Directions for this task: Search the material for the word "relevantSoilTest" and copy every line in which it occurs.

☆ ☆ ☆ ☆ ☆

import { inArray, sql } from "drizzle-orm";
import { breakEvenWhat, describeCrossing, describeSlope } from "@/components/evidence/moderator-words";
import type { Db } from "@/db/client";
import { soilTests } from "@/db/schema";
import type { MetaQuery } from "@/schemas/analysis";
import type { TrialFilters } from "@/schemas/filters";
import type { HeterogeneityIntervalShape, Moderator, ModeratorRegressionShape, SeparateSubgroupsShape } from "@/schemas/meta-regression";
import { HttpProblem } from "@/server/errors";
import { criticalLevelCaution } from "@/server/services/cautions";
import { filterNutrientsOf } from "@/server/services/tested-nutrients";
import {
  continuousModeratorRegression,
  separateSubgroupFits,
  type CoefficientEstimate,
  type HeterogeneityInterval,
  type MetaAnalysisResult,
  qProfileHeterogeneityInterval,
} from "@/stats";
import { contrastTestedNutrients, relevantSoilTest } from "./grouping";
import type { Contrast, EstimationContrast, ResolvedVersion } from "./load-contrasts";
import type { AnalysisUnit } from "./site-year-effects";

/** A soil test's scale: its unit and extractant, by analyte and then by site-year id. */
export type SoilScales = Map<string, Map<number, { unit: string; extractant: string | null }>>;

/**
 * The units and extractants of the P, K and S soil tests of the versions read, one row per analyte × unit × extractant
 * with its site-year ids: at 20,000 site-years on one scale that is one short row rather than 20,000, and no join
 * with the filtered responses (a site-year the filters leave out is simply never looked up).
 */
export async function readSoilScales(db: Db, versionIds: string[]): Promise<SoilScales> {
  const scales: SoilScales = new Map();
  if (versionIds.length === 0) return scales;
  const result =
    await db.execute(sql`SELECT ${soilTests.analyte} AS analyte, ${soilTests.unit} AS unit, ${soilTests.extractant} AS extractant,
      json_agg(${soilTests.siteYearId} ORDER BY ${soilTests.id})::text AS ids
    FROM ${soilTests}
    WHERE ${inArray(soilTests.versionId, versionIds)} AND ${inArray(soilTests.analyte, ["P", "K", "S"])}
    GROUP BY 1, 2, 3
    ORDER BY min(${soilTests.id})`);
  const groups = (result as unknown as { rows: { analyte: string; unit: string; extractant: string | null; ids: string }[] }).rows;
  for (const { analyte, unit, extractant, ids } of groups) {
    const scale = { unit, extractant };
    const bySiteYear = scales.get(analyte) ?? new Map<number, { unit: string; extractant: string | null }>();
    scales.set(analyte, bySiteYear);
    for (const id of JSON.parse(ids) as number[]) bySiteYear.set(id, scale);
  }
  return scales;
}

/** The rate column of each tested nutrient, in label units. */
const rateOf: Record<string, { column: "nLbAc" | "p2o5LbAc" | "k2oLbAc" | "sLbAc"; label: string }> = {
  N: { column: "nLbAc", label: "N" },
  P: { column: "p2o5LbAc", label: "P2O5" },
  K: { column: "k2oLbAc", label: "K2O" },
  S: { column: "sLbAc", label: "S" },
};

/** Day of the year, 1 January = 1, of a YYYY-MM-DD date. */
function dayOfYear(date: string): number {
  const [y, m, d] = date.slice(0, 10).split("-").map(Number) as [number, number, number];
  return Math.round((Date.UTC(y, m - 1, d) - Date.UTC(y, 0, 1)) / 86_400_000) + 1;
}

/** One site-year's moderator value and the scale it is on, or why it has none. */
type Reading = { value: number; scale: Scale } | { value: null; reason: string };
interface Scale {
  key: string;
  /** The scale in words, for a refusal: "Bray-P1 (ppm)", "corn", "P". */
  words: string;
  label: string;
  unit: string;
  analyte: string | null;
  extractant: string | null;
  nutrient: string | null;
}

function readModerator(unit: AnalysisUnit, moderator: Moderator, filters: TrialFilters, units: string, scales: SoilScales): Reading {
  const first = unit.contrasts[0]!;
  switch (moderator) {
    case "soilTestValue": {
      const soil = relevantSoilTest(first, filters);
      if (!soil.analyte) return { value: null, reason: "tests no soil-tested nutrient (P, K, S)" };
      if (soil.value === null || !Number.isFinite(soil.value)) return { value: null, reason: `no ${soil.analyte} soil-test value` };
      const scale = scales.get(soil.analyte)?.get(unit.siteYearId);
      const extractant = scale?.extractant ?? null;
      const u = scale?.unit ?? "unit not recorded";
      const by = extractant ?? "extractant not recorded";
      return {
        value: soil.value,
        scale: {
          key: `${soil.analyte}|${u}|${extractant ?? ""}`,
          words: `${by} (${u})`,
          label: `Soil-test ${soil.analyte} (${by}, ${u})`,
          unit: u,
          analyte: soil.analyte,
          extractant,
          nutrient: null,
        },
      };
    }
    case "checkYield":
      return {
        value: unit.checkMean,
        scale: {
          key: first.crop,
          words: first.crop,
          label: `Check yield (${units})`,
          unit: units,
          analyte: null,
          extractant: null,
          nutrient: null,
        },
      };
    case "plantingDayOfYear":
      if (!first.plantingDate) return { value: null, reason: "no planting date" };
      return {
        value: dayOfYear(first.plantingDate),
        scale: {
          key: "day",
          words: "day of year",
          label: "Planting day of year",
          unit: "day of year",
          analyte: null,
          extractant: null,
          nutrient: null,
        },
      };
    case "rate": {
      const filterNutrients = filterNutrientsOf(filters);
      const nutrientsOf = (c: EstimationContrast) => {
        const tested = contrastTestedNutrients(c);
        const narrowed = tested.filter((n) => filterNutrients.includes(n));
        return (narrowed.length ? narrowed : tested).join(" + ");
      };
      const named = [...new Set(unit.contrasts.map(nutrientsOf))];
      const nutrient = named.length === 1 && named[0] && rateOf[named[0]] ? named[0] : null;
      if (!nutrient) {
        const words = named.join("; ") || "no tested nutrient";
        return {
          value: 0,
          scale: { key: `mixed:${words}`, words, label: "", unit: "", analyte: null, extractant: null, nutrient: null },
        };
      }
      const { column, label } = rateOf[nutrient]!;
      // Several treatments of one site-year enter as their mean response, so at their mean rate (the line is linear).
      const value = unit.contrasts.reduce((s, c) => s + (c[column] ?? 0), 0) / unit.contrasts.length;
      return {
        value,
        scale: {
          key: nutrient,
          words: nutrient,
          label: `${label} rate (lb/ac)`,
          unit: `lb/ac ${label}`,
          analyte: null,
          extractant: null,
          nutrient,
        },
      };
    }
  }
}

☆ ☆ ☆ ☆ ☆

Written solution:
import { contrastTestedNutrients, relevantSoilTest } from "./grouping";
      const soil = relevantSoilTest(first, filters);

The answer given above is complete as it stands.